(SUPPLIED MATERIAL Opens)

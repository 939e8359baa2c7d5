"""The toolkit's one number formatter and one JSON converter.

:func:`fmt` turns a value into the text a table, a summary or a check shows
(numbers to a given count of significant figures); :func:`plain` turns a value
into plain JSON data (numpy to Python, tuples to lists, objects with
``to_dict()`` to dicts), with one rule for NaN and infinity;
:func:`json_text` writes such data as the indented UTF-8 JSON the reports use.
"""
from __future__ import annotations

import json
import math
import numbers

import numpy as np

from toolkit.errors import InputError

__all__ = ["fmt", "fmt_unit", "unit_text", "plain", "first_non_finite", "json_text", "DIMENSIONLESS"]

#: Units that mean "dimensionless"; shown as an en dash in a unit column, nothing after a number.
DIMENSIONLESS = ("", "-", "1", "–")
_SHOWN = 8  # array entries shown before the middle is elided


def fmt(v, digits=4) -> str:
    """``v`` as text, numbers to ``digits`` significant figures.

    * ``bool``, ``None`` and strings: as they are (a string is never read as a number);
    * integers (Python or numpy): every digit, ``12000000``;
    * other real numbers: ``f"{x:.{digits}g}"``; a zero of either sign is ``"0"``,
      NaN ``"nan"``, infinity ``"inf"``;
    * numpy arrays: the entries one by one by this same rule, separated by
      ``", "`` (no brackets: never numpy's repr); more than 8 entries show the
      first and last three around ``"…"``; an array of more than one dimension
      is flattened after its shape, ``"(2×3) 1, 2, …"``;
    * anything else: ``str(v)``.

    >>> fmt(123.456789), fmt(123.456789, 6), fmt(-0.0), fmt(7), fmt("S355")
    ('123.5', '123.457', '0', '7', 'S355')
    """
    if isinstance(v, (bool, str)) or v is None:
        return str(v)
    if isinstance(v, numbers.Integral):
        return str(int(v))
    if isinstance(v, np.ndarray):
        flat = [fmt(x, digits) for x in v.ravel().tolist()] if v.size <= _SHOWN else \
            [fmt(x, digits) for x in v.ravel()[:3].tolist()] + ["…"] + [fmt(x, digits) for x in v.ravel()[-3:].tolist()]
        text = ", ".join(flat)
        return text if v.ndim <= 1 else f"({'×'.join(str(n) for n in v.shape)}) {text}"
    if isinstance(v, numbers.Real):
        x = float(v)
        return "0" if x == 0 else f"{x:.{digits}g}"
    return str(v)


def unit_text(unit) -> str:
    """A unit as a table's unit column shows it: ``"–"`` for a dimensionless one
    (``""``, ``"-"``, ``"1"`` or ``None``), else the unit itself.

    >>> unit_text("MPa"), unit_text("1"), unit_text("-")
    ('MPa', '–', '–')
    """
    return "–" if unit is None or str(unit).strip() in DIMENSIONLESS else str(unit)


def fmt_unit(v, unit, digits=4) -> str:
    """``v`` by :func:`fmt` followed by its unit; a dimensionless value has no unit after it.

    >>> fmt_unit(60.0, "MPa"), fmt_unit(2.44023, "1"), fmt_unit(np.array([99.796, 74.847]), "MPa", 3)
    ('60 MPa', '2.44', '99.8, 74.8 MPa')
    """
    u = unit_text(unit)
    return fmt(v, digits) if u == "–" else f"{fmt(v, digits)} {u}"


def plain(v, where="value"):
    """A copy of ``v`` that :func:`json.dumps` writes as strict JSON.

    Numpy scalars and arrays become Python numbers and lists, tuples become
    lists, dict keys become strings, an object with a ``to_dict()`` method
    becomes that dict; ``bool``, ``None``, strings, ints and floats stay.

    Non-finite numbers: JSON has no NaN or infinity, so they become the strings
    ``"nan"``, ``"inf"`` and ``"-inf"``.  The data stays readable by any JSON
    reader and says plainly what the number was (an S-N curve's life below its
    cut-off is legitimately infinite).  A record that must hold finite numbers
    (the workbook summary) refuses them before converting, with
    :func:`first_non_finite`.

    Raises ValueError (naming ``where``) for a value of any other type.
    """
    if isinstance(v, (bool, str)) or v is None:
        return v
    if isinstance(v, numbers.Integral):
        return int(v)
    if isinstance(v, numbers.Real):
        x = float(v)
        if math.isfinite(x):
            return x
        return "inf" if x > 0 else ("-inf" if x < 0 else "nan")
    if isinstance(v, dict):
        return {str(k): plain(x, where) for k, x in v.items()}
    if isinstance(v, (list, tuple)):
        return [plain(x, where) for x in v]
    if hasattr(v, "tolist") and hasattr(v, "dtype"):  # numpy array or scalar
        return plain(v.tolist(), where)
    if callable(getattr(v, "to_dict", None)):
        return plain(v.to_dict(), where)
    raise InputError(f"{where}: cannot store a {type(v).__name__} in JSON")


def first_non_finite(v):
    """The first NaN or infinity in ``v`` (searched as :func:`plain` converts it), or None."""
    if isinstance(v, (bool, str)) or v is None:
        return None
    if isinstance(v, numbers.Real):
        x = float(v)
        return None if math.isfinite(x) else x
    if isinstance(v, dict):
        v = list(v.values())
    elif hasattr(v, "tolist") and hasattr(v, "dtype"):
        v = v.tolist()
        v = v if isinstance(v, list) else [v]
    elif callable(getattr(v, "to_dict", None)):
        v = list(v.to_dict().values())
    if isinstance(v, (list, tuple)):
        for x in v:
            bad = first_non_finite(x)
            if bad is not None:
                return bad
    return None


def json_text(data) -> str:
    """``data`` (already :func:`plain`) as indented UTF-8 JSON with a final newline;
    a bare NaN or infinity is refused (ValueError), never written."""
    return json.dumps(data, indent=2, ensure_ascii=False, allow_nan=False) + "\n"
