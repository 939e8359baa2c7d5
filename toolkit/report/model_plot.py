"""Drawing of a parametric model before it is solved: the mesh (element
edges drawn through mid-side nodes), its named edges in colour, load arrows
and support markers.  :meth:`toolkit.fem.models.Model.plot` delegates here.

matplotlib is imported inside the functions, so importing the toolkit does
not need a display or a backend.
"""
from __future__ import annotations

import numpy as np

from toolkit.fem.edges import edge_quadrature
from toolkit.fem.loads import PointLoad, Pressure, Traction
from toolkit.fem.supports import Displacement, Fixed, Roller

__all__ = ["plot_model"]


def plot_model(model, ax=None, show_loads=True, show_supports=True, legend=True):
    """Mesh (element edges drawn through mid-side nodes), named edges in
    colour, load arrows and support markers of ``model`` (a
    :class:`toolkit.fem.models.Model`).  Returns the axes."""
    import matplotlib.pyplot as plt

    if ax is None:
        _, ax = plt.subplots(figsize=(7, 5))
    _draw_mesh_and_edges(ax, model)
    size = float(np.ptp(model.mesh.nodes, axis=0).max())
    if show_loads:
        _draw_loads(ax, model, size)
    if show_supports:
        _draw_supports(ax, model)
    ax.set_aspect("equal")
    ax.autoscale_view()
    ax.set_title(f"{model.kind} ({model.mesh.ncells} {model.mesh.blocks[0].name} cells, {model.analysis})")
    if legend:   # outside the axes, to the right: it covers no part of the model
        ax.legend(loc="upper left", bbox_to_anchor=(1.02, 1.0), borderaxespad=0.0, fontsize="small")
    return ax


def _draw_mesh_and_edges(ax, model):
    """Element edges in grey, each named edge in its own colour (labelled)."""
    import matplotlib.pyplot as plt
    from matplotlib.collections import LineCollection

    segs = []
    for b in model.mesh.blocks:
        for loc in b.element.edges:
            pts = model.mesh.nodes[b.cells[:, [loc[0], loc[2], loc[1]] if len(loc) == 3 else list(loc)]]
            segs.append(pts)
    ax.add_collection(LineCollection(np.concatenate(segs), colors="0.6", linewidths=0.4))
    cmap = plt.get_cmap("tab10")
    for i, (name, e) in enumerate(sorted(model.edges.items())):
        idx = [0, 2, 1] if e.shape[1] == 3 else [0, 1]
        ax.add_collection(LineCollection(model.mesh.nodes[e[:, idx]], colors=[cmap(i % 10)], linewidths=2.0,
                                         label=name))


def _draw_loads(ax, model, size):
    """Traction and pressure arrows at the middle of each loaded edge (scaled
    to 8 % of the model size at the largest), point loads as one arrow."""
    for ld in model.loads:
        if isinstance(ld, (Traction, Pressure)):
            e = model.edges[ld.edge] if isinstance(ld.edge, str) else np.asarray(ld.edge)
            xs, ts = [], []
            for g in edge_quadrature(model.mesh, e, npoints=1):
                x = g["x"][:, 0]
                c = x[:, 0 if ld.along in (0, "x", "r") else 1] - ld.origin
                if isinstance(ld, Traction):
                    t = np.asarray(ld.value, float)[None, :] + (
                        0 if ld.gradient is None else c[:, None] * np.asarray(ld.gradient, float))
                else:
                    t = -(ld.value + ld.gradient * c)[:, None] * g["normal"][:, 0]
                xs.append(x); ts.append(t)
            x, t = np.concatenate(xs), np.concatenate(ts)
            sc = 0.08 * size / max(np.abs(t).max(), 1e-300)
            ax.quiver(x[:, 0], x[:, 1], t[:, 0] * sc, t[:, 1] * sc, angles="xy", scale_units="xy", scale=1,
                      color="tab:red", width=0.003)
        elif isinstance(ld, PointLoad):
            node = model.points[ld.where] if isinstance(ld.where, str) else ld.where
            p = model.mesh.nodes[node]
            F = np.asarray(ld.force, float)
            F = 0.1 * size * F / max(np.linalg.norm(F), 1e-300)
            ax.annotate("", p + F, p, arrowprops=dict(arrowstyle="<-", color="tab:red"))


def _draw_supports(ax, model):
    """A marker at every supported node: square fixed, circle roller,
    triangle prescribed displacement."""
    for s in model.supports:
        w = s.where
        if isinstance(w, str):
            nodes = np.unique(model.edges[w]) if w in model.edges else np.atleast_1d(model.points[w])
        else:
            nodes = np.atleast_1d(w)
        p = model.mesh.nodes[nodes]
        marker = {Fixed: "s", Roller: "o", Displacement: "^"}.get(type(s), "x")
        ax.plot(p[:, 0], p[:, 1], linestyle="none", marker=marker, markersize=3, color="tab:blue")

(SUPPLIED MATERIAL Closes)

*ASSIGNMENT*
From the material above, set down exactly the lines starting at the one with "from toolkit.fem.edges import edge_quadrature" and ending at the one with "pts = model.mesh.nodes[b.cells[:, [loc[0], loc[2], loc[1]]", end lines included.

*YOUR SOLUTION*
from toolkit.fem.edges import edge_quadrature
from toolkit.fem.loads import PointLoad, Pressure, Traction
from toolkit.fem.supports import Displacement, Fixed, Roller

__all__ = ["plot_model"]


def plot_model(model, ax=None, show_loads=True, show_supports=True, legend=True):
    """Mesh (element edges drawn through mid-side nodes), named edges in
    colour, load arrows and support markers of ``model`` (a
    :class:`toolkit.fem.models.Model`).  Returns the axes."""
    import matplotlib.pyplot as plt

    if ax is None:
        _, ax = plt.subplots(figsize=(7, 5))
    _draw_mesh_and_edges(ax, model)
    size = float(np.ptp(model.mesh.nodes, axis=0).max())
    if show_loads:
        _draw_loads(ax, model, size)
    if show_supports:
        _draw_supports(ax, model)
    ax.set_aspect("equal")
    ax.autoscale_view()
    ax.set_title(f"{model.kind} ({model.mesh.ncells} {model.mesh.blocks[0].name} cells, {model.analysis})")
    if legend:   # outside the axes, to the right: it covers no part of the model
        ax.legend(loc="upper left", bbox_to_anchor=(1.02, 1.0), borderaxespad=0.0, fontsize="small")
    return ax


def _draw_mesh_and_edges(ax, model):
    """Element edges in grey, each named edge in its own colour (labelled)."""
    import matplotlib.pyplot as plt
    from matplotlib.collections import LineCollection

    segs = []
    for b in model.mesh.blocks:
        for loc in b.element.edges:
            pts = model.mesh.nodes[b.cells[:, [loc[0], loc[2], loc[1]] if len(loc) == 3 else list(loc)]]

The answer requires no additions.